Pesquisas recentes sobre câncer de próstata incluem um estudo de Fase 2 com opaganib na doença avançada, um estudo SEER relacionando idade avançada a maior mortalidade em metástases ósseas exclusivas, e ferramentas de IA e genéticas que melhoram a detecção.

Novas pesquisas estão remodelando o cuidado do câncer de próstata por meio de avanços na detecção, no tratamento combinado para doença avançada e no refinamento do prognóstico.

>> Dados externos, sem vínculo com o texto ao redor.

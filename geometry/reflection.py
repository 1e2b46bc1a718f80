"""Scalar fields for reading a surface through light: reflection lines, highlight lines, isophotes.

Each function returns a *continuous* stripe parameter per sample. The light
stripes sit where the parameter divided by the stripe spacing is an integer, so
a renderer makes them sharp at any resolution by using the parameter as a 1-D
texture coordinate (or evaluating the stripe per fragment), never by colouring
vertices.

All inputs are arrays of samples with the component axis last: ``points`` and
``normals`` of shape (..., 3). Normals are unit normals with the face orientation
applied (see :mod:`geometry.nurbs.differential`).
"""

from __future__ import annotations

from dataclasses import dataclass

import numpy as np

from .vectors import unit

# Below this |sin| between a direction and the light-line direction the stripe
# parameter is undefined (the normal or ray runs along the lights).
PARALLEL_SINE = 1e-9


def light_frame(line_direction: np.ndarray, plane_normal: np.ndarray) -> tuple[np.ndarray, np.ndarray, np.ndarray]:
    """An orthonormal frame for a family of parallel light lines lying in a plane.

    Parameters
    ----------
    line_direction : ndarray of shape (3,)
        Direction of the light lines.
    plane_normal : ndarray of shape (3,)
        Normal of the plane holding the lines; its component along the lines is removed.

    Returns
    -------
    along, across, normal : ndarray of shape (3,)
        ``along`` the lines, ``across`` them in the plane, ``normal`` to the plane;
        right-handed (``across = normal x along``).
    """
    along = unit(line_direction)
    normal = np.asarray(plane_normal, dtype=float)
    normal = unit(normal - np.dot(normal, along) * along)
    across = np.cross(normal, along)
    return along, across, normal


@dataclass(frozen=True)
class LightPlane:
    """A family of parallel light lines in one plane.

    Attributes
    ----------
    direction : tuple of 3 floats
        Direction of the lines.
    normal : tuple of 3 floats
        Normal of their plane.
    point : tuple of 3 floats
        A point of the plane; the light line through it has parameter 0.
    """

    direction: tuple[float, float, float]
    normal: tuple[float, float, float]
    point: tuple[float, float, float]

    def frame(self) -> tuple[np.ndarray, np.ndarray, np.ndarray]:
        """(along, across, normal) unit vectors, see :func:`light_frame`."""
        return light_frame(self.direction, self.normal)


def _pierce(points: np.ndarray, directions: np.ndarray, lights: LightPlane, forward_only: bool) -> np.ndarray:
    """Across-coordinate where the lines ``P + t d`` meet the light plane, shape (...); NaN if they do not.

    ``t = (A - P) . h / (d . h)``; with ``forward_only`` only ``t > 0`` counts (a ray, not a line).
    """
    _, across, normal = lights.frame()
    origin = np.asarray(lights.point, float)
    towards = directions @ normal
    meets = np.abs(towards) > PARALLEL_SINE
    reach = ((origin - points) @ normal) / np.where(meets, towards, 1.0)
    if forward_only:
        meets &= reach > 0
    return np.where(meets, (points + reach[..., None] * directions - origin) @ across, np.nan)


def isophote_angle(normals: np.ndarray, light_direction: np.ndarray) -> np.ndarray:
    """Angle between the surface normal and a light direction, in degrees.

    Parameters
    ----------
    normals : ndarray of shape (..., 3)
        Unit normals.
    light_direction : ndarray of shape (3,)
        Direction towards the light (normalised here).

    Returns
    -------
    angle : ndarray of shape (...)
        In [0, 180]; isophotes are its level sets.

    Notes
    -----
    An isophote is a curve of constant ``n . L`` (Poeschl, "Detecting surface
    irregularities using isophotes", CAGD 1(2), 1984). The angle is used rather
    than the cosine so equal steps give evenly spread stripes. A G1 seam leaves
    isophotes continuous; a kink at the seam shows as a break.
    """
    normals = np.asarray(normals, float)
    light = unit(light_direction)
    # atan2 of sine and cosine keeps full precision near 0 and 180 degrees, where arccos loses half the digits
    sine = np.linalg.norm(np.cross(normals, light), axis=-1)
    return np.degrees(np.arctan2(sine, normals @ light))


def highlight_parameter(points: np.ndarray, normals: np.ndarray, lights: LightPlane) -> np.ndarray:
    """Where the normal line of each sample pierces the plane of parallel light lines.

    Parameters
    ----------
    points, normals : ndarray of shape (..., 3)
    lights : LightPlane

    Returns
    -------
    across : ndarray of shape (...)
        Coordinate (mm) across the lines of the piercing point; NaN where the
        normal runs parallel to the light plane.

    Notes
    -----
    Beier and Chen, "Highlight-line algorithm for realtime surface-quality
    assessment", CAD 26(4), 1994: a sample is on the highlight of the light line
    ``L(l) = A + l B`` when the normal line ``P + m n`` meets it, i.e. when
    their distance ``|(B x n) . (A - P)| / |B x n|`` is zero. For a family of
    parallel lines in one plane, the normal line meets light line ``i`` exactly
    when it pierces the plane on that line, so the across-coordinate of the
    piercing point ``Q = P + m n``, ``m = (A - P) . h / (n . h)``, is a continuous
    parameter whose integer multiples of the spacing are the highlight lines.
    It depends on the surface only, not on the viewer.
    """
    return _pierce(np.asarray(points, float), np.asarray(normals, float), lights, forward_only=False)


def highlight_distance(
    points: np.ndarray, normals: np.ndarray, line_point: np.ndarray, line_direction: np.ndarray
) -> np.ndarray:
    """Distance between each sample's normal line and one light line (Beier and Chen 1994, eq. 2).

    Parameters
    ----------
    points, normals : ndarray of shape (..., 3)
    line_point : ndarray of shape (3,)
        A point A of the light line.
    line_direction : ndarray of shape (3,)
        Its direction B.

    Returns
    -------
    distance : ndarray of shape (...)
        ``|(B x n) . (A - P)| / |B x n|`` in mm; NaN where n is parallel to B.
    """
    direction = unit(line_direction)
    cross = np.cross(direction, np.asarray(normals, float))
    size = np.linalg.norm(cross, axis=-1)
    ok = size > PARALLEL_SINE
    offset = np.asarray(line_point, float) - np.asarray(points, float)
    value = np.abs(np.sum(cross * offset, axis=-1)) / np.where(ok, size, 1.0)
    return np.where(ok, value, np.nan)


def reflect(directions: np.ndarray, normals: np.ndarray) -> np.ndarray:
    """Mirror directions about the tangent planes: ``r = d - 2 (d . n) n``.

    Parameters
    ----------
    directions, normals : ndarray of shape (..., 3)

    Returns
    -------
    reflected : ndarray of shape (..., 3)
    """
    directions = np.asarray(directions, float)
    normals = np.asarray(normals, float)
    return directions - 2.0 * np.sum(directions * normals, axis=-1, keepdims=True) * normals


def eye_rays(points: np.ndarray, eye: np.ndarray | None, view_direction: np.ndarray | None = None) -> np.ndarray:
    """Unit rays from the eye to each sample.

    Parameters
    ----------
    points : ndarray of shape (..., 3)
    eye : ndarray of shape (3,) or None
        Eye position for a perspective view; None for a parallel view.
    view_direction : ndarray of shape (3,), optional
        The viewing direction of a parallel view.

    Returns
    -------
    rays : ndarray of shape (..., 3)
    """
    points = np.asarray(points, float)
    if eye is None:
        return np.broadcast_to(unit(view_direction), points.shape)
    rays = points - np.asarray(eye, float)
    return rays / np.maximum(np.linalg.norm(rays, axis=-1, keepdims=True), 1e-300)


def reflection_angle(normals: np.ndarray, rays: np.ndarray, line_direction: np.ndarray, up: np.ndarray) -> np.ndarray:
    """Reflection-line parameter for light lines far away: the angle of the reflected ray about the lines.

    Parameters
    ----------
    normals : ndarray of shape (..., 3)
    rays : ndarray of shape (..., 3)
        Unit eye rays to the samples (:func:`eye_rays`).
    line_direction : ndarray of shape (3,)
        Direction of the light lines.
    up : ndarray of shape (3,)
        Reference direction across the lines; the angle is zero when the
        reflected ray points along it.

    Returns
    -------
    angle : ndarray of shape (...)
        Degrees in (-180, 180]; NaN where the reflected ray runs along the lines.

    Notes
    -----
    Reflection lines (Klass, "Correction of local surface irregularities using
    reflection lines", CAD 12(2), 1980) are the images, mirrored in the surface,
    of parallel light lines as seen from the eye. The eye ray ``d`` is reflected
    about the normal, ``r = d - 2 (d . n) n``. Parallel light lines at a large
    distance are the planes of the pencil through the line direction ``a``; the
    reflected ray sees the light whose plane it lies in, so the stripe parameter
    is the angle of ``r`` about ``a``: ``atan2(r . c, r . u)`` with ``u, c``
    spanning the plane normal to ``a``. Being a function of direction only, it
    is defined for every sample (no ray misses the lights). The field depends on
    the eye: recompute it when the camera moves.
    """
    _, across, normal = light_frame(line_direction, up)
    mirrored = reflect(rays, normals)
    first, second = mirrored @ normal, mirrored @ across
    ok = np.hypot(first, second) > PARALLEL_SINE
    return np.where(ok, np.degrees(np.arctan2(second, first)), np.nan)


def reflection_parameter(points: np.ndarray, normals: np.ndarray, rays: np.ndarray, lights: LightPlane) -> np.ndarray:
    """Reflection-line parameter for light lines in a plane at a finite distance.

    Parameters
    ----------
    points, normals : ndarray of shape (..., 3)
    rays : ndarray of shape (..., 3)
        Unit eye rays to the samples (:func:`eye_rays`).
    lights : LightPlane

    Returns
    -------
    across : ndarray of shape (...)
        Across-coordinate (mm) where the reflected eye ray meets the light
        plane; NaN where it runs away from the plane or along it.

    Notes
    -----
    Klass (1980): the reflected ray ``P + t r`` meets the plane ``(X - A) . h = 0`` at
    ``t = (A - P) . h / (r . h)``; only ``t > 0`` sees the light.
    """
    return _pierce(np.asarray(points, float), reflect(rays, normals), lights, forward_only=True)
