"""Compiled principal curvatures, on grids (one fused kernel) and at scattered pairs (numba).

Every sample goes from basis functions to its curvature frame in one pass
through registers: the homogeneous derivatives A_kl (The NURBS Book, Piegl &
Tiller, 2nd ed., eq. 3.17 differentiated, with each grid row contracted with
the net once and reused along the row), the first derivatives by the quotient
rule (eq. 4.20), the second fundamental form straight from A_kl (the
tangential terms of the quotient rule vanish against the normal), and the
principal curvatures and directions from II in an orthonormal tangent frame
(do Carmo, *Differential Geometry of Curves and Surfaces*, 1976, sec. 3-2 and
3-3), as :mod:`geometry.differential` documents. Outputs are written once, so
memory stays at the size of the outputs.
"""

from __future__ import annotations

import math

import numba as nb
import numpy as np

from .compiled_eval import JIT_OPTIONS, homogeneous_at, make_scratch

# Principal curvatures closer than this (relative to their size) make an umbilic.
UMBILIC_RELATIVE = 1e-7


@nb.njit(inline="always", **JIT_OPTIONS)
def frame_from_homogeneous(hom, sign, degenerate_sine2, floor2, outs, i):
    """Point, normal, curvatures and directions of one sample from A_kl (3, 3, 4).

    Writes sample ``i`` of ``outs`` = (points, normals, dir1, dir2 of shape
    (n, 3); gaussian, mean, k1, k2 of shape (n,); valid, umbilic bool (n,));
    the formulas are those of :func:`geometry.differential._from_forms`.
    """
    inv_w = 1.0 / hom[0, 0, 3]
    px = hom[0, 0, 0] * inv_w
    py = hom[0, 0, 1] * inv_w
    pz = hom[0, 0, 2] * inv_w
    sux = (hom[1, 0, 0] - hom[1, 0, 3] * px) * inv_w
    suy = (hom[1, 0, 1] - hom[1, 0, 3] * py) * inv_w
    suz = (hom[1, 0, 2] - hom[1, 0, 3] * pz) * inv_w
    svx = (hom[0, 1, 0] - hom[0, 1, 3] * px) * inv_w
    svy = (hom[0, 1, 1] - hom[0, 1, 3] * py) * inv_w
    svz = (hom[0, 1, 2] - hom[0, 1, 3] * pz) * inv_w
    nx = suy * svz - suz * svy
    ny = suz * svx - sux * svz
    nz = sux * svy - suy * svx
    det = nx * nx + ny * ny + nz * nz  # EG - F^2 (Lagrange's identity)
    e = sux * sux + suy * suy + suz * suz
    g = svx * svx + svy * svy + svz * svz
    f = sux * svx + suy * svy + suz * svz
    valid = det > degenerate_sine2 * (e * g) and det > floor2
    if not valid:  # replaced later by limits; keep the arithmetic finite
        det = 1.0
        e = 1.0
    inv_root_det = 1.0 / math.sqrt(det)
    scale = sign * inv_root_det
    nx *= scale
    ny *= scale
    nz *= scale
    pn = px * nx + py * ny + pz * nz
    l_ = ((hom[2, 0, 0] * nx + hom[2, 0, 1] * ny + hom[2, 0, 2] * nz) - hom[2, 0, 3] * pn) * inv_w
    m_ = ((hom[1, 1, 0] * nx + hom[1, 1, 1] * ny + hom[1, 1, 2] * nz) - hom[1, 1, 3] * pn) * inv_w
    n_ = ((hom[0, 2, 0] * nx + hom[0, 2, 1] * ny + hom[0, 2, 2] * nz) - hom[0, 2, 3] * pn) * inv_w
    inv_e = 1.0 / e
    a = l_ * inv_e
    b = (m_ * e - l_ * f) * inv_e * inv_root_det
    if sign < 0:
        b = -b
    c = (l_ * f * f - 2.0 * m_ * e * f + n_ * e * e) * (inv_e / det)
    mean = 0.5 * (a + c)
    half_diff = 0.5 * (a - c)
    disc = math.hypot(half_diff, b)
    k1 = mean + disc
    k2 = mean - disc
    umbilic = disc <= UMBILIC_RELATIVE * (abs(k1) + abs(k2)) + 1e-300
    if umbilic:  # directions are arbitrary there: dir1 along Su
        disc = 1.0
        half_diff = 1.0
        b = 0.0
    cos2 = half_diff / disc
    cos_t = math.sqrt(max(0.5 * (1.0 + cos2), 0.0))
    sin_t = math.copysign(math.sqrt(max(0.5 * (1.0 - cos2), 0.0)), b)
    inv_root_e = math.sqrt(inv_e)
    t2_sv = sign * inv_root_e * e * inv_root_det
    t2_su = -t2_sv * f * inv_e
    c1u = cos_t * inv_root_e + sin_t * t2_su
    c1v = sin_t * t2_sv
    c2u = cos_t * t2_su - sin_t * inv_root_e
    c2v = cos_t * t2_sv
    pts, nrm, d1, d2, gauss, mean_out, k1_out, k2_out, valid_out, umbilic_out = outs
    pts[i, 0] = px
    pts[i, 1] = py
    pts[i, 2] = pz
    nrm[i, 0] = nx
    nrm[i, 1] = ny
    nrm[i, 2] = nz
    d1[i, 0] = sux * c1u + svx * c1v
    d1[i, 1] = suy * c1u + svy * c1v
    d1[i, 2] = suz * c1u + svz * c1v
    d2[i, 0] = sux * c2u + svx * c2v
    d2[i, 1] = suy * c2u + svy * c2v
    d2[i, 2] = suz * c2u + svz * c2v
    gauss[i] = k1 * k2
    mean_out[i] = mean
    k1_out[i] = k1
    k2_out[i] = k2
    valid_out[i] = valid
    umbilic_out[i] = umbilic


@nb.njit(**JIT_OPTIONS)
def grid_kernel(net, nv, p, q, bu, span_u, bv, span_v, rows, sign, sine2, floor2, outs):
    """Fused curvature on the grid rows ``rows[0]:rows[1]`` of ``u x v``.

    ``net`` (nu * nv, 4) homogeneous poles; ``bu`` (a, 3, p+1), ``bv`` (b, 3, q+1)
    basis derivatives with spans; ``outs`` as for :func:`frame_from_homogeneous`
    with sample (i, j) at ``i * b + j``.
    """
    b_count = bv.shape[0]
    # row_net[k, jpole, c] = sum_a Nu^(k)_a P^w[span - p + a, jpole, c]
    row_net = np.zeros((3, nv, 4))
    hom = np.zeros((3, 3, 4))
    for i in range(rows[0], rows[1]):
        s = span_u[i]
        for k in range(3):
            for jp in range(nv):
                for c in range(4):
                    row_net[k, jp, c] = 0.0
            for ia in range(p + 1):
                coef = bu[i, k, ia]
                if coef == 0.0:
                    continue
                base = (s - p + ia) * nv
                for jp in range(nv):
                    for c in range(4):
                        row_net[k, jp, c] += coef * net[base + jp, c]
        for j in range(b_count):
            t = span_v[j] - q
            for k in range(3):
                for l in range(3 - k):
                    h0 = h1 = h2 = h3 = 0.0
                    for ib in range(q + 1):
                        coef = bv[j, l, ib]
                        h0 += coef * row_net[k, t + ib, 0]
                        h1 += coef * row_net[k, t + ib, 1]
                        h2 += coef * row_net[k, t + ib, 2]
                        h3 += coef * row_net[k, t + ib, 3]
                    hom[k, l, 0] = h0
                    hom[k, l, 1] = h1
                    hom[k, l, 2] = h2
                    hom[k, l, 3] = h3
            frame_from_homogeneous(hom, sign, sine2, floor2, outs, i * b_count + j)


@nb.njit(**JIT_OPTIONS)
def scattered_kernel(arrays, sids, u, v, signs, floors2, sine2, max_degree, outs):
    """Curvature frames at scattered pairs (on packed surfaces ``sids``)."""
    scratch = make_scratch(max_degree, 2)
    hom = np.zeros((3, 3, 4))
    for i in range(u.size):
        sid = sids[i]
        homogeneous_at(arrays, sid, u[i], v[i], 2, hom, scratch)
        frame_from_homogeneous(hom, signs[sid], sine2, floors2[sid], outs, i)


OUTPUT_KEYS = ("points", "normals", "dir1", "dir2", "gaussian", "mean", "k1", "k2", "valid", "umbilic")


def empty_outputs(n: int) -> tuple[np.ndarray, ...]:
    """Output arrays for n samples, in the order of :data:`OUTPUT_KEYS`."""
    vectors = tuple(np.empty((n, 3)) for _ in range(4))
    scalars = tuple(np.empty(n) for _ in range(4))
    return (*vectors, *scalars, np.empty(n, dtype=np.bool_), np.empty(n, dtype=np.bool_))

Um estudo de Fase 2 testou o medicamento experimental opaganib em conjunto com terapias padrão em homens com câncer de próstata metastático resistente à castração, enquanto um estudo da base de dados SEER com mais de 11.000 pacientes mostrou que a idade avançada aumenta de forma independente a mortalidade específica por câncer no câncer de próstata metastático ósseo exclusivo. Estudos adicionais avaliaram o uso de inteligência artificial em fluxos de trabalho de patologia e escores de risco poligênico para triagem por ressonância magnética.

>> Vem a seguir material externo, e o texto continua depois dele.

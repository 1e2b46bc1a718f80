"""Batten's numerical core: exact NURBS evaluation and surface analysis.

numpy, scipy and numba only; nothing here imports Qt, VTK, pyvista or the app.
This package itself loads nothing heavy, so the CAD kernel's helper process
(:mod:`geometry.kernel`) starts without the compiled kernels: import the
surface type and curvature from :mod:`geometry.nurbs`.
"""

from .errors import BattenError, ReadError, SurfaceError

__all__ = ["BattenError", "ReadError", "SurfaceError"]
__version__ = "0.1.0"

O estudo multicêntrico de Fase 2, liderado por pesquisadores da Medical University of South Carolina (MUSC) e da Emory University e publicado na Cancer Medicine, envolveu 66 pacientes cujo câncer já havia progredido com terapias hormonais padrão. Os pacientes receberam opaganib em combinação com abiraterona ou enzalutamida. Cerca de 15% dos pacientes que tomaram opaganib com abiraterona e 9% dos que tomaram com enzalutamida apresentaram controle da doença em 16 semanas, ficando aquém do objetivo principal do estudo. No entanto, um subgrupo de pacientes mostrou sinais biológicos claros de resposta, incluindo quedas nos níveis de antígeno prostático específico (PSA) e períodos de estabilização da doença. O tratamento combinado foi, em geral, administrável, com a maioria dos efeitos colaterais entre leves e moderados; alguns pacientes tiveram efeitos colaterais mais graves, mas a maioria melhorou quando a dose do medicamento foi reduzida ou suspensa. Opaganib, uma terapia inovadora de primeira classe, bloqueia uma via envolvida no metabolismo de esfingolipídeos em vez de ter como alvo os hormônios. Os pesquisadores agora planejam procurar biomarcadores em amostras de sangue que possam prever a resposta.

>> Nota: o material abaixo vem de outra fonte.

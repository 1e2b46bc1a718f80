"""The tensor-product NURBS surface and its exact partial derivatives.

Grids are evaluated as basis matrices contracted with the homogeneous control
net (two matrix products per derivative); scattered parameter pairs go through
the compiled kernels of :mod:`geometry.compiled_eval`, which contract the
(p + 1) x (q + 1) active poles of each pair. Rational derivatives follow from
the homogeneous ones by the quotient rule of The NURBS Book (Piegl & Tiller,
2nd ed.), eq. 4.20 and algorithm A4.4.
"""

from __future__ import annotations

from dataclasses import dataclass
from functools import cached_property
from math import comb

import numpy as np

from . import compiled_eval
from .basis import basis_matrices, validate_knots
from .errors import SurfaceError


def _readonly(a: np.ndarray) -> np.ndarray:
    a.setflags(write=False)
    return a


@dataclass(frozen=True, eq=False)
class NurbsSurface:
    """A (possibly rational) tensor-product B-spline surface.

    Parameters
    ----------
    degree_u, degree_v : int
        Polynomial degrees p and q.
    knots_u : ndarray of shape (nu + p + 1,)
    knots_v : ndarray of shape (nv + q + 1,)
        Non-decreasing knot vectors; clamped or unclamped (periodic nets
        written out with their wrapped poles).
    poles : ndarray of shape (nu, nv, 3)
        Control points in model units (mm).
    weights : ndarray of shape (nu, nv), optional
        Positive weights; ``None`` for a polynomial surface.

    Raises
    ------
    SurfaceError
        When the definition is inconsistent (see :func:`validate_knots`), poles
        are not finite, or a weight is not positive.
    """

    degree_u: int
    degree_v: int
    knots_u: np.ndarray
    knots_v: np.ndarray
    poles: np.ndarray
    weights: np.ndarray | None = None

    def __post_init__(self):
        poles = np.array(self.poles, dtype=float)
        if poles.ndim != 3 or poles.shape[2] != 3:
            raise SurfaceError(f"poles must have shape (nu, nv, 3), got {poles.shape}")
        if not np.all(np.isfinite(poles)):
            raise SurfaceError("control net holds NaN or infinite coordinates")
        nu, nv, _ = poles.shape
        ku = validate_knots(self.knots_u, self.degree_u, nu, "u")
        kv = validate_knots(self.knots_v, self.degree_v, nv, "v")
        weights = None
        if self.weights is not None:
            weights = np.array(self.weights, dtype=float)
            if weights.shape != (nu, nv):
                raise SurfaceError(f"weights must have shape {(nu, nv)}, got {weights.shape}")
            if not np.all(np.isfinite(weights)) or np.any(weights <= 0):
                raise SurfaceError("weights must be finite and positive")
            if np.all(weights == weights.flat[0]):
                weights = None  # equal weights: the surface is polynomial
        object.__setattr__(self, "degree_u", int(self.degree_u))
        object.__setattr__(self, "degree_v", int(self.degree_v))
        object.__setattr__(self, "knots_u", ku)
        object.__setattr__(self, "knots_v", kv)
        object.__setattr__(self, "poles", _readonly(poles))
        object.__setattr__(self, "weights", None if weights is None else _readonly(weights))

    # -- description -------------------------------------------------------
    @property
    def shape(self) -> tuple[int, int]:
        """Pole counts (nu, nv)."""
        return self.poles.shape[:2]

    @property
    def is_rational(self) -> bool:
        return self.weights is not None

    @property
    def domain(self) -> tuple[tuple[float, float], tuple[float, float]]:
        """Parameter domain ((u0, u1), (v0, v1))."""
        nu, nv = self.shape
        p, q = self.degree_u, self.degree_v
        return (
            (float(self.knots_u[p]), float(self.knots_u[nu])),
            (float(self.knots_v[q]), float(self.knots_v[nv])),
        )

    @cached_property
    def homogeneous(self) -> np.ndarray:
        """Homogeneous net (w x, w y, w z, w), shape (nu, nv, 4)."""
        w = np.ones(self.shape) if self.weights is None else self.weights
        return _readonly(np.concatenate([self.poles * w[..., None], w[..., None]], axis=2))

    def clip_to_domain(self, u: np.ndarray, v: np.ndarray) -> tuple[np.ndarray, np.ndarray]:
        """Parameters clipped into the domain (rounding outside it is harmless)."""
        (u0, u1), (v0, v1) = self.domain
        return np.clip(np.asarray(u, float), u0, u1), np.clip(np.asarray(v, float), v0, v1)

    # -- evaluation --------------------------------------------------------
    def derivatives_grid(self, u: np.ndarray, v: np.ndarray, order: int = 2) -> np.ndarray:
        """Partial derivatives S_kl, k + l <= order, on the tensor grid u x v.

        Parameters
        ----------
        u : ndarray of shape (a,)
        v : ndarray of shape (b,)
        order : int
            Highest total derivative order (0 to 3).

        Returns
        -------
        ders : ndarray of shape (order + 1, order + 1, a, b, 3)
            ``ders[k, l]`` is d^(k+l) S / du^k dv^l; entries with k + l > order are zero.
        """
        u, v = self.clip_to_domain(np.ravel(u), np.ravel(v))
        nu, nv = self.shape
        bu = basis_matrices(self.knots_u, self.degree_u, nu, u, order)
        bv = basis_matrices(self.knots_v, self.degree_v, nv, v, order)
        return np.moveaxis(self.derivatives_from_basis(bu, bv, order), 2, -1)

    def derivatives_from_basis(self, bu: np.ndarray, bv: np.ndarray, order: int) -> np.ndarray:
        """Grid derivatives from precomputed basis matrices, components first.

        Parameters
        ----------
        bu : ndarray of shape (>= order + 1, a, nu)
        bv : ndarray of shape (>= order + 1, b, nv)
            From :func:`geometry.basis.basis_matrices`.
        order : int

        Returns
        -------
        ders : ndarray of shape (order + 1, order + 1, 3, a, b)
            Components first, so each coordinate is a contiguous (a, b) block
            for the arithmetic that follows.
        """
        if not self.is_rational:
            return self.homogeneous_from_basis(bu, bv, order, dim=3)
        return rational_quotient(self.homogeneous_from_basis(bu, bv, order), order)

    def homogeneous_from_basis(self, bu: np.ndarray, bv: np.ndarray, order: int, dim: int = 4) -> np.ndarray:
        """Derivatives A_kl of the homogeneous surface (w x, w y, w z, w) on a grid.

        Parameters
        ----------
        bu : ndarray of shape (>= order + 1, a, nu)
        bv : ndarray of shape (>= order + 1, b, nv)
        order : int
        dim : int
            4 for all homogeneous components, 3 for the weighted coordinates only.

        Returns
        -------
        hom : ndarray of shape (order + 1, order + 1, dim, a, b)
            Entries with k + l > order are zero. Each is two matrix products:
            ``A_kl = Bu^(k) P^w Bv^(l)T`` (The NURBS Book eq. 3.17, differentiated).
        """
        net = self.net_components[:dim]  # (dim, nu, nv)
        nv = net.shape[2]
        a, b = bu.shape[1], bv.shape[1]
        hom = np.empty((order + 1, order + 1, dim, a, b))
        for k in range(order + 1):
            hom[k, order + 1 - k :] = 0.0
            rows = np.matmul(bu[k], net).reshape(dim * a, nv)
            for l in range(order + 1 - k):
                np.matmul(rows, bv[l].T, out=hom[k, l].reshape(dim * a, b))
        return hom

    @cached_property
    def net_components(self) -> np.ndarray:
        """Homogeneous net with components first, shape (4, nu, nv)."""
        return _readonly(np.ascontiguousarray(self.homogeneous.transpose(2, 0, 1)))

    def derivatives_at(self, u: np.ndarray, v: np.ndarray, order: int = 2) -> np.ndarray:
        """Partial derivatives S_kl at scattered parameter pairs (u[i], v[i]).

        Parameters
        ----------
        u, v : ndarray of shape (k,)
        order : int

        Returns
        -------
        ders : ndarray of shape (order + 1, order + 1, k, 3)
        """
        u = np.ravel(np.asarray(u, dtype=float))
        v = np.ravel(np.asarray(v, dtype=float))
        if u.shape != v.shape:
            raise SurfaceError(f"u and v must pair up, got {u.shape} and {v.shape}")
        # Compiled: one pass per pair over its (p + 1) x (q + 1) active poles
        # (A2.3 basis derivatives, A3.6 contraction, A4.4 quotient).
        return compiled_eval.derivatives(self.pack, 0, u, v, order)

    @cached_property
    def pack(self) -> compiled_eval.SurfacePack:
        """This surface alone as a :class:`~geometry.compiled_eval.SurfacePack`."""
        return compiled_eval.SurfacePack.of([self])

    def points_grid(self, u: np.ndarray, v: np.ndarray) -> np.ndarray:
        """Surface points on the grid u x v, shape (len(u), len(v), 3)."""
        return self.derivatives_grid(u, v, 0)[0, 0]

    def points_at(self, u: np.ndarray, v: np.ndarray) -> np.ndarray:
        """Surface points at pairs (u[i], v[i]), shape (k, 3)."""
        return self.derivatives_at(u, v, 0)[0, 0]

    # -- transforms --------------------------------------------------------
    def transformed(self, matrix: np.ndarray) -> NurbsSurface:
        """The surface under a 4x4 affine placement (NURBS are affinely invariant)."""
        m = np.asarray(matrix, float)
        poles = self.poles @ m[:3, :3].T + m[:3, 3]
        return NurbsSurface(self.degree_u, self.degree_v, self.knots_u, self.knots_v, poles, self.weights)


def rational_quotient(hom: np.ndarray, order: int) -> np.ndarray:
    """Derivatives of the rational surface from those of its homogeneous form.

    Parameters
    ----------
    hom : ndarray of shape (order + 1, order + 1, 4, ...)
        Derivatives of (w x, w y, w z, w), components on axis 2.
    order : int

    Returns
    -------
    ders : ndarray of shape (order + 1, order + 1, 3, ...)

    Notes
    -----
    The NURBS Book eq. 4.20 (algorithm A4.4):
    ``S_kl = (A_kl - sum_{(i,j) != (0,0)} C(k,i) C(l,j) w_ij S_{k-i,l-j}) / w``.
    """
    w = hom[:, :, 3]
    out = np.zeros((order + 1, order + 1, 3, *hom.shape[3:]))
    inv_w = 1.0 / w[0, 0]
    scratch = np.empty(out.shape[2:])
    for k in range(order + 1):
        for l in range(order + 1 - k):
            acc = out[k, l]
            acc[...] = hom[k, l, :3]
            for i in range(k + 1):
                for j in range(l + 1):
                    if i or j:
                        np.multiply(out[k - i, l - j], w[i, j], out=scratch)
                        if comb(k, i) * comb(l, j) != 1:
                            scratch *= comb(k, i) * comb(l, j)
                        acc -= scratch
            acc *= inv_w
    return out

Em um estudo de coorte retrospectivo, de base populacional, utilizando dados do SEER de 2010 a 2022, os pesquisadores avaliaram 11.098 homens diagnosticados com câncer de próstata metastático ósseo exclusivo, dos quais 48,2% tinham 70 anos ou mais. A mortalidade específica por câncer em cinco anos aumentou progressivamente com o avanço da idade, de 50,2% em pacientes com menos de 50 anos para 64,8% naqueles com 80 anos ou mais (p < 0,001). Na análise multivariada, a idade avançada permaneceu independentemente associada a maior mortalidade específica por câncer (≥80 anos: subdistribution hazard ratio 1,78; IC 95% 1,45–2,19). Raça/etnia negra não hispânica, estado civil solteiro, PSA elevado e um maior grau da International Society of Urological Pathology (ISUP) surgiram como preditores adversos. A prostatectomia radical foi associada a menor mortalidade específica por câncer, enquanto radioterapia e quimioterapia foram associadas a maior mortalidade específica por câncer na coorte geral. Os autores concluíram que a carga tumoral, o grau patológico e a alocação do tratamento afetam conjuntamente as disparidades de sobrevida relacionadas à idade.

Dois estudos sobre inteligência artificial relataram melhorias diagnósticas práticas. Em um estudo retrospectivo que abrangeu três centros europeus, um modelo de IA específico para a tarefa, testado em lâminas padrão de H&E que anteriormente exigiam imuno-histoquímica (IHC) para esclarecimento, alcançou valores de área sob a curva de até 0,993 e, quando foram aplicados limiares priorizando a sensibilidade, não ocorreram falsos negativos. O uso geral de IHC caiu de 20% a 44%, com reduções que chegaram a 81% entre casos benignos. Um estudo separado apresentou o primeiro sistema de IA validado de forma abrangente para detecção automatizada de morfologia cribriforme no câncer de próstata. O modelo alcançou uma área sob a curva de 0,97 internamente e 0,90 externamente e, na comparação direta com nove uropatologistas especialistas, o algoritmo mostrou a maior concordância média pareada. A morfologia cribriforme define um fenótipo letal de câncer de próstata que exclui os pacientes da vigilância ativa.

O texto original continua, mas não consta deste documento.